» Exercise description
Lines from the line with "of the lens)." to the line with "r = theta / half * (width / 2.0)" in the entries below, and only those, must be output exactly, with both ends included.

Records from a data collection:

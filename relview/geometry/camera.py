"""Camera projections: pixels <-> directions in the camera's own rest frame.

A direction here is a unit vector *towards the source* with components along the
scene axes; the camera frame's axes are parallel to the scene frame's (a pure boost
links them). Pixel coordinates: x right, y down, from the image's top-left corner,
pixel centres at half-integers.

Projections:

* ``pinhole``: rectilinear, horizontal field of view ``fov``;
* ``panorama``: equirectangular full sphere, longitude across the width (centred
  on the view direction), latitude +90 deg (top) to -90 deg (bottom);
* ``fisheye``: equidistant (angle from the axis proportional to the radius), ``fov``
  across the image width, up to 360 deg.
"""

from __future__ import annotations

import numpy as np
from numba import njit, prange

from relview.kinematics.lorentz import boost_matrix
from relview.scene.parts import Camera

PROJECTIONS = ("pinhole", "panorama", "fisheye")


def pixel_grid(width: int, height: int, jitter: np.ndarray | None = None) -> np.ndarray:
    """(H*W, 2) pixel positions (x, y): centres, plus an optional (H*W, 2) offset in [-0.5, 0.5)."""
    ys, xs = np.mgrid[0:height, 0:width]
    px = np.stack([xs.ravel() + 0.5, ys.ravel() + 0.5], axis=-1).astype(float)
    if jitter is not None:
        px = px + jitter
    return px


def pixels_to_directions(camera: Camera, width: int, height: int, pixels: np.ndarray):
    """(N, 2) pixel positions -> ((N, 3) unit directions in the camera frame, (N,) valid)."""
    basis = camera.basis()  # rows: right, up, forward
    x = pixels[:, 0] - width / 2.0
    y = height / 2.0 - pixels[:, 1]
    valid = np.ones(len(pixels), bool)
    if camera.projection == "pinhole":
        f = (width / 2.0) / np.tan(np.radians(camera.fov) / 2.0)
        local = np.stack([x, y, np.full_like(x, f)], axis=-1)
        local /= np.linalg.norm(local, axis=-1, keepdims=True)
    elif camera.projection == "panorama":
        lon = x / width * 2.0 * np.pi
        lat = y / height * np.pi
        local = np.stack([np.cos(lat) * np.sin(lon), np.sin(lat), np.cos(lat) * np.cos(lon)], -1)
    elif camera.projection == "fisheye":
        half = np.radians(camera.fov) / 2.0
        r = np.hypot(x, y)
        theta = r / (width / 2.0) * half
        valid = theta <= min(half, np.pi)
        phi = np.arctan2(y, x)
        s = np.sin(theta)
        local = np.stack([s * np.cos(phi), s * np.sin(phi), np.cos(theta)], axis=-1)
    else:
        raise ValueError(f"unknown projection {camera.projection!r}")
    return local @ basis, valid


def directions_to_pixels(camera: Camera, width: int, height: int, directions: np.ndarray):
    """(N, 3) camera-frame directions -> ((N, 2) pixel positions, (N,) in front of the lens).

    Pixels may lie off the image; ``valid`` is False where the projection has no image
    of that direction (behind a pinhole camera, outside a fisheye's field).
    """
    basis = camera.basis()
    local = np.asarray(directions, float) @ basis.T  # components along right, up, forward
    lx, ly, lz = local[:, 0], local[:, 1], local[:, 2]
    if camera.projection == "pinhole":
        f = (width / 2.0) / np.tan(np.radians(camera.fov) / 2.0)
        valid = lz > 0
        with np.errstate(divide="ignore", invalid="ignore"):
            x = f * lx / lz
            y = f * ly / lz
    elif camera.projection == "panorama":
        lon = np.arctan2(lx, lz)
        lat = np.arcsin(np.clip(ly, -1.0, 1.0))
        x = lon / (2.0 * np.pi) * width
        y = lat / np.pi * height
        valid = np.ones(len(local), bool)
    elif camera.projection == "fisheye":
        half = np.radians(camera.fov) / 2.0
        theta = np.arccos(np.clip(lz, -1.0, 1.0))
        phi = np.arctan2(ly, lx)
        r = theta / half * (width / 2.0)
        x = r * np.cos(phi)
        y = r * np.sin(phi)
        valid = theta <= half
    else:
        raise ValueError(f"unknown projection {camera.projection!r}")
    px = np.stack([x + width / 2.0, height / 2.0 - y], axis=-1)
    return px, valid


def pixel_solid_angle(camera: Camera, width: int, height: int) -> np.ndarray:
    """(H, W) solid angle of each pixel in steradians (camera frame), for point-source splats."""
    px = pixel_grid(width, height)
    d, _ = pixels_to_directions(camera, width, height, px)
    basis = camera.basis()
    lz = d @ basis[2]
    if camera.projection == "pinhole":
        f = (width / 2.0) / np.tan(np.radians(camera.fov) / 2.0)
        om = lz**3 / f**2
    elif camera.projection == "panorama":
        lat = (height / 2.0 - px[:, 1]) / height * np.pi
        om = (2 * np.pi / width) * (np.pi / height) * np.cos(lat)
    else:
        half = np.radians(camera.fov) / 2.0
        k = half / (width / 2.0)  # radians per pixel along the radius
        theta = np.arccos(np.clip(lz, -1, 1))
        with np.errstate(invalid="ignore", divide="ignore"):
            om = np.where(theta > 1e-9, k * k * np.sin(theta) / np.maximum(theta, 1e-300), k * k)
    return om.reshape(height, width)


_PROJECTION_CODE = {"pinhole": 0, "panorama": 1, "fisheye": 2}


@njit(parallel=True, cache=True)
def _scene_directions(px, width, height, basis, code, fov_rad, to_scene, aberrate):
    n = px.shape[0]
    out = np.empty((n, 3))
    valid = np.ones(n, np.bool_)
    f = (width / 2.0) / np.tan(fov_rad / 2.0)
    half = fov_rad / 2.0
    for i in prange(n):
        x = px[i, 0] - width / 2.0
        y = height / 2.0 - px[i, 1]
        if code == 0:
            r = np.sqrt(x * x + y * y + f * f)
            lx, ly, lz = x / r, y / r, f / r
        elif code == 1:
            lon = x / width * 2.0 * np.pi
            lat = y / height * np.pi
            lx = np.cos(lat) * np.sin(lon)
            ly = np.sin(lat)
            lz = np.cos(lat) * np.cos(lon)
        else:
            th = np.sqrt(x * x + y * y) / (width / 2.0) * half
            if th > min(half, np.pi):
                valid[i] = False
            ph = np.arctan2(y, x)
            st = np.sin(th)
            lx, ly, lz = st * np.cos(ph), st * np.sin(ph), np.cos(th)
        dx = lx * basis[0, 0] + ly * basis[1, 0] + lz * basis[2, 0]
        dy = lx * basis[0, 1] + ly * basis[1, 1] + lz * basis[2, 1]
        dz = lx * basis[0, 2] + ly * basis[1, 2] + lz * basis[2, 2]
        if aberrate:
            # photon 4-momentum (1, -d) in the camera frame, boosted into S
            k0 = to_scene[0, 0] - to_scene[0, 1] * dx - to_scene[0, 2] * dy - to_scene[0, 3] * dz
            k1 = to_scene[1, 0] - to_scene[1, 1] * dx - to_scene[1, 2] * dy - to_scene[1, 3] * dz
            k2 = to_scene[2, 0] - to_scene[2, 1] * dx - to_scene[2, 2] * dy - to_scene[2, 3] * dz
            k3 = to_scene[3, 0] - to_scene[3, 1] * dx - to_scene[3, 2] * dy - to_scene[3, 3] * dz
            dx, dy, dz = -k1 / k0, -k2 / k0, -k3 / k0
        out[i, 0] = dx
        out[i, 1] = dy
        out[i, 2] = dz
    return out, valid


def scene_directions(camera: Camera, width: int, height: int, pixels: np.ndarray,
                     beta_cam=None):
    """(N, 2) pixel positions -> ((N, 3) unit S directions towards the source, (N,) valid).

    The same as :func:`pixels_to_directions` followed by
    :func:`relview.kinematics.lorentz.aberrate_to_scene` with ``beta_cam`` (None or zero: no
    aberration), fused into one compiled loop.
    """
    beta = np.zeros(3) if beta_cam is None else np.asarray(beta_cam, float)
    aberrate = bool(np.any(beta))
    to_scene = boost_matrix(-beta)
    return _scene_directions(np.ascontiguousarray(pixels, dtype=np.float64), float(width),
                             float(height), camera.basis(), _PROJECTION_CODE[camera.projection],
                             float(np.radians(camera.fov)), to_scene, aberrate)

» Response to this task
    """(N, 3) camera-frame directions -> ((N, 2) pixel positions, (N,) in front of the lens).

    Pixels may lie off the image; ``valid`` is False where the projection has no image
    of that direction (behind a pinhole camera, outside a fisheye's field).
    """
    basis = camera.basis()
    local = np.asarray(directions, float) @ basis.T  # components along right, up, forward
    lx, ly, lz = local[:, 0], local[:, 1], local[:, 2]
    if camera.projection == "pinhole":
        f = (width / 2.0) / np.tan(np.radians(camera.fov) / 2.0)
        valid = lz > 0
        with np.errstate(divide="ignore", invalid="ignore"):
            x = f * lx / lz
            y = f * ly / lz
    elif camera.projection == "panorama":
        lon = np.arctan2(lx, lz)
        lat = np.arcsin(np.clip(ly, -1.0, 1.0))
        x = lon / (2.0 * np.pi) * width
        y = lat / np.pi * height
        valid = np.ones(len(local), bool)
    elif camera.projection == "fisheye":
        half = np.radians(camera.fov) / 2.0
        theta = np.arccos(np.clip(lz, -1.0, 1.0))
        phi = np.arctan2(ly, lx)
        r = theta / half * (width / 2.0)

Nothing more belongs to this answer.